Replacing Critical Materials with Abundant Materials - The Role of the Chemical Sciences in Finding24 Nov 2019 10:17
National Research Council (US) Chemical Sciences Roundtable.
Washington (DC): National Academies Press (US); 2012.
Part 1:
Replacing critical materials with abundant materials, particularly in applications that use large amounts of catalysts, would have many benefits. Abundant materials are cheaper, less susceptible to supply fluctuations, and more environmentally benign. Cheap and abundant metals also can be less selective, less tolerant of functional groups, and use more expensive ligands than rare and expensive metals, but research gradually is reducing these shortcomings.
A particular application discussed in this chapter is the use of precious metals in automotive catalytic converters. The automotive industry is a major user of platinum, palladium, and rhodium in catalytic converters, which has spurred research on the use of other types of materials as catalysts. Although no good alternatives to the use of these materials yet exist, promising approaches are being investigated.
In many important processes powered by a homogeneous catalyst, the cost of the catalyst’s metal component is a small part of the overall expense. Nonetheless, chemists are developing novel reaction schemes that use homogeneous catalysts made with “cheap metals,” said Morris Bullock, Laboratory Fellow and Director of the Center for Molecular Electrocatalysis at the Pacific Northwest National Laboratory (PNNL). These efforts are centered on using abundant, inexpensive metals—mostly first-row metals, but also molybdenum and tungsten—to replace precious metals.

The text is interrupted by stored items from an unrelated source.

import { channelMinorPlastic } from './channel';
import { depthOf, dimensionFaults, ImpossibleSection, type SectionDimensions, widthOf } from './dimensions';
import { fillet, fourFillets, type Part, plasticModulus, rectangle, sumOf } from './part';
import { shearArea, webArea, webThickness } from './shear';
import { channelShearCentre, torsionConstant, warpingConstant } from './torsion';

/** Geometric properties in m, m², m³, m⁴ and m⁶. The major axis is the one across the web: EN y–y, US x–x. */
export type SectionProperties = {
  area: number;
  iMajor: number;
  iMinor: number;
  wElMajor: number;
  wElMinor: number;
  wPlMajor: number;
  wPlMinor: number;
  /** Radii of gyration √(I/A). */
  rMajor: number;
  rMinor: number;
  /** St Venant torsion constant, I_t. */
  j: number;
  /** Warping constant, C_w. */
  iw: number;
  /** For the deflection: GA = G · shearArea. */
  shearArea: number;
  /** For the mean shear stress V/A_w. */
  webArea: number;
  /** First moment of the half section about the major axis, and the width there: τ = V Q/(I t). */
  firstMoment: number;
  webThickness: number;
  /** Centroid and shear centre, from the left edge (the back of a channel). */
  centroid: number;
  shearCentre: number;
};

/** The section as rectangles and fillets; z from its line of symmetry, of a channel from the back of the web. */
function partsOf(d: SectionDimensions): Part[] {
  switch (d.shape) {
    case 'i': {
      const flange = (d.h - d.tf) / 2;
      return [
        rectangle(d.tw, d.h - 2 * d.tf),
        rectangle(d.b, d.tf, flange),
        rectangle(d.b, d.tf, -flange),
        ...fourFillets(d.r, d.h / 2 - d.tf, d.tw / 2, { up: -1, right: 1 }, 1),
      ];
    }
    case 'channel': {
      const flange = (d.h - d.tf) / 2;
      const outstand = d.b - d.tw;
      return [
        rectangle(d.tw, d.h, 0, d.tw / 2),
        rectangle(outstand, d.tf, flange, d.tw + outstand / 2),
        rectangle(outstand, d.tf, -flange, d.tw + outstand / 2),
        fillet(d.r, { y: d.h / 2 - d.tf, z: d.tw }, -1, 1, 1),
        fillet(d.r, { y: d.tf - d.h / 2, z: d.tw }, 1, 1, 1),
      ];
    }
    case 'rhs':
    case 'shs':
      return [
        rectangle(d.b, d.h),
        rectangle(d.b - 2 * d.t, d.h - 2 * d.t, 0, 0, -1),
        ...fourFillets(d.ro, d.h / 2, d.b / 2, { up: -1, right: -1 }, -1),
        ...fourFillets(d.ri, d.h / 2 - d.t, d.b / 2 - d.t, { up: -1, right: -1 }, 1),
      ];
    case 'rectangle':
      return [rectangle(d.b, d.h)];
    case 'chs':
      return [...disc(d.d, 1), ...disc(d.d - 2 * d.t, -1)];
    case 'round':
      return disc(d.d, 1);
  }
}

function disc(d: number, sign: 1 | -1): Part[] {
  const own = (sign * Math.PI * d ** 4) / 64;
  const plastic = (sign * d ** 3) / 6;
  const area = (sign * Math.PI * d ** 2) / 4;
  return [{ area, y: 0, z: 0, ownMajor: own, ownMinor: own, plasticMajor: plastic, plasticMinor: plastic }];
}

/** Position of the centroid, of the shear centre and of the farthest fibre across the minor axis. */
function acrossMinor(d: SectionDimensions, parts: readonly Part[], area: number) {
  const half = widthOf(d) / 2;
  if (d.shape !== 'channel') return { axis: 0, centroid: half, shearCentre: half, farthest: half };
  const centroid = sumOf(parts, (part) => part.area * part.z) / area;
  return {
    axis: centroid,
    centroid,
    shearCentre: channelShearCentre(d),
    farthest: Math.max(centroid, d.b - centroid),
  };
}

/**
 * Properties of a section from its dimensions, by rectangles and fillets: A = ΣA_i, I = Σ(I_i + A_i d²), W_el = I/c,
 * W_pl = Σ A_i |d| about the axis of equal areas. Exact for the shape as drawn; J, I_w and the shear areas as their own
 * functions say. All in m. Throws ImpossibleSection where the dimensions describe none.
 */
export function sectionProperties(d: SectionDimensions): SectionProperties {
  const faults = dimensionFaults(d);
  if (faults.length > 0) throw new ImpossibleSection(faults);
  const parts = partsOf(d);
  const area = sumOf(parts, (part) => part.area);
  const { axis, centroid, shearCentre, farthest } = acrossMinor(d, parts, area);
  const iMajor = sumOf(parts, (part) => part.ownMajor + part.area * part.y ** 2);
  const iMinor = sumOf(parts, (part) => part.ownMinor + part.area * (part.z - axis) ** 2);
  const wPlMajor = plasticModulus(parts, 'major');
  return {
    area,
    iMajor,
    iMinor,
    wElMajor: iMajor / (depthOf(d) / 2),
    wElMinor: iMinor / farthest,
    wPlMajor,
    wPlMinor: d.shape === 'channel' ? channelMinorPlastic(d) : plasticModulus(parts, 'minor'),
    rMajor: Math.sqrt(iMajor / area),
    rMinor: Math.sqrt(iMinor / area),
    j: torsionConstant(d),
    iw: warpingConstant(d, iMinor),
    shearArea: shearArea(d),
    webArea: webArea(d),
    firstMoment: wPlMajor / 2, // symmetric about the major axis: both halves of W_pl are Q
    webThickness: webThickness(d),
    centroid,
    shearCentre,
  };
}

Even in cases where an expensive metal is a fraction of a catalyst’s total cost, creating efficient catalysts from inexpensive metals is likely to produce significant savings, said Bullock. Platinum, on a per mole basis, is approximately 4,000 times more expensive than nickel and 10,000 times more expensive than iron. Similarly, palladium is 3,000 times more expensive than copper, while ruthenium is 2,000 times more expensive than iron.
Palladium-based homogenous catalysis, in particular, is of critical importance in the pharmaceutical and agricultural industries for forming carbon-carbon bonds. The 2010 Nobel Prize in Chemistry was awarded for palladium-catalyzed cross-coupling reactions, which can be used to make virtually any type of carbon-carbon bond needed. The powerful Buckwald-Hartwig carbon-nitrogen bond-forming reactions are another class of palladium-catalyzed chemistries used widely in the pharmaceutical and agricultural industries (Hartwig, 1998; Wolfe et al., 1998). This latter set of reactions, Bullock noted, uses palladium loadings as low as 10 parts per million (ppm), so the expense of the precious metal in this case is not a significant factor.